New radiation therapies are also being developed. Some facilities offer a technique, called the mammotome, in which a tiny radioactive seed is inserted for a short period of time, delivering highly targeted radiation to the tumor while leaving surrounding tissue undisturbed.

Published Research On Foods And Herbs

Your lifestyle and diet can affect your breast cancer risk.

We have long known that red meat and fried foods are associated with cancer. Sugar feeds inflammation and tumor growth. On the other hand, diets high in whole grains, fruits and vegetables contain natural antioxidants that have been shown to help prevent cancer.
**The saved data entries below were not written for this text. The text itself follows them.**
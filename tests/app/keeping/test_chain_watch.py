"""A plain store that was changed from outside is told of in window and command line, and loses no backup."""

import json

import pytest

from app.cli import main
from app.operations import backup as operations
from app.operations.backup import Rotation
from app.operations.episode import BeginRequest, begin
from core.record.instant import HOUR
from storage.backup_rotation import backups_in
from storage.store import Store
from tests.support.open_window import NOW, ZONE, make_store, open_window, settled, until
from tests.support.tampered import tamper

FORGED = "UPDATE entry SET number = 7.39 WHERE channel = 'ph' AND number = 7.24"


@pytest.fixture
def forged(tmp_path):
    path = make_store(tmp_path / "ward.luffmark")
    tamper(path, FORGED)
    return path


def test_a_changed_value_is_told_in_the_window_and_stays_told(qtbot, forged):
    with open_window(qtbot, forged) as window:
        keeping = window.keeping
        assert "figures of it may be wrong" not in keeping.notices.plain()
        keeping.chain.look()
        until(qtbot, lambda: "figures of it may be wrong" in keeping.notices.plain())
        assert "of bed-7" in keeping.notices.plain()
        assert "by AB" in keeping.notices.plain()
        assert list(keeping.notices.ways) == ["restore", "salvage"]
        assert not keeping.backups.expire


def test_a_bed_of_changed_rows_is_missing_and_named_and_the_others_stand(qtbot, forged):
    """No figure of it is shown, for however short a time; the flags of the others are kept as ever."""
    with open_window(qtbot, forged) as window:
        assert list(window.feed.answers) == ["bed-3"]
        assert "Missing from the ward: bed-7." in window.keeping.notices.plain()
        assert list(window.keeping.notices.ways) == ["restore", "salvage"]
        window.select("bed-3")  # who is sound is logged for as ever, a new bed with its name among it
        head = window.model.session.head
        window.model.ask(begin, BeginRequest("bed-9", {"label": "Bed 9"}, NOW, ZONE))
        until(qtbot, lambda: window.model.session.head > head and "bed-9" in window.feed.answers)
        window.feed._all_wanted = True
        window.feed._ask()
        settled(qtbot, window)
        assert "Missing from the ward: bed-7." in window.keeping.notices.plain()


def test_a_sound_store_and_one_that_cannot_be_forged_are_left_in_peace(qtbot, tmp_path):
    with open_window(qtbot, make_store(tmp_path / "ward.luffmark")) as window:
        watch = window.keeping.chain
        assert watch._first.isActive()
        watch.look()
        until(qtbot, lambda: not watch._runner.is_busy)
        assert watch.found == ()
        assert window.keeping.notices.plain() == ""
        settled(qtbot, window)


def test_commands_say_it_before_they_give_figures(forged, capsys):
    assert main(["--store", str(forged), "--zone", ZONE, "figures", "bed-3"]) == 0
    err = capsys.readouterr().err
    assert "figures of it may be wrong" in err
    assert "of bed-7" in err
    assert main(["--store", str(forged), "--zone", ZONE, "figures", "bed-7"]) == 1, "no figure of what was changed"


def test_a_backup_of_a_damaged_store_is_kept_and_is_no_success(forged, tmp_path, capsys):
    copy = tmp_path / "copy.luff"
    assert main(["--store", str(forged), "--by", "AB", "--json", "backup", str(copy)]) == 1
    out = capsys.readouterr()
    assert copy.exists()
    assert "rows" in json.loads(out.out)["damage"][0]
    assert "salvage reads it" in out.err


def test_no_earlier_backup_goes_while_the_store_is_damaged(forged, tmp_path):
    folder = tmp_path / "backups"
    with Store.open(forged) as store:
        for hours in range(30):
            operations.rotate(store, "AB", NOW + hours * HOUR, Rotation(folder, now=True, expire=False))
    assert len(backups_in(folder, forged)) == 30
Cruciferous vegetables like broccoli, kale and cauliflower are especially beneficial because they contain multiple compounds that act specifically against cancer and help balance hormones. A whole foods, low-glycemic (low-sugar) diet, combined with physical activity, has also been shown to protect against cancer risk. And you should always stay hydrated with plenty of filtered water.

Supplemental Help

Research shows that nutritional supplements can play an important role in protecting against breast cancer. Medicinal mushrooms such as Trametes versicolor, Ganoderma lucidum, Phellinus linteus; extracts of the herbs skullcap, astragalus and turmericthe flavonoid quercetin; and the compound DIM (diindolylmethane) have all shown effects against breast cancer.

An integrative breast care formula containing these ingredients has been shown in a number of published studies to reduce breast cancer aggressiveness and decrease the expression of specific metastatic cancer genes.

A 2012 preclinical study on this advanced breast formula was performed at Indiana University and published in the journal Oncology Reports. Results demonstrated that the formula slowed highly aggressive triple negative breast cancer and prevented lung metastasis by up to 70 percent. Gene analysis showed that the combination of ingredients in this formula suppressed two genes implicated in the metastatic process: PLAU and CXCR4. These genetic findings had been previously reported in earlier studies on the same formula.

Another important supplement is modified citrus pectin (MCP), which blocks excess galectin-3 throughout the body, significantly reducing cancer growth and metastasis. A recent study published in Integrative Cancer Therapies showed that the combination of MCP and the breast formula mentioned above further reduced breast cancer and metastasis by up to 40 percent compared to controls. MCP also controls inflammation, boosts immunity against cancer and safely removes cancer-causing heavy metals from the body.

Mind-Body Connections

In all this, never forget the role chronic stress can play in fueling cancer. Use available tools to keep stress at bay: long walks, yoga, and spending time with friends and family. Remember, cancer hates positivity. Kill it with kindness, and don’t give in to pessimism.

Above all, we are seeing the most successes against breast cancer using highly individualized programs that take into account a person’s physical, mental and emotional health. The goal is to strategically combine a number of approaches that can work together synergistically to fight cancer while simultaneously supporting your health from many different angles.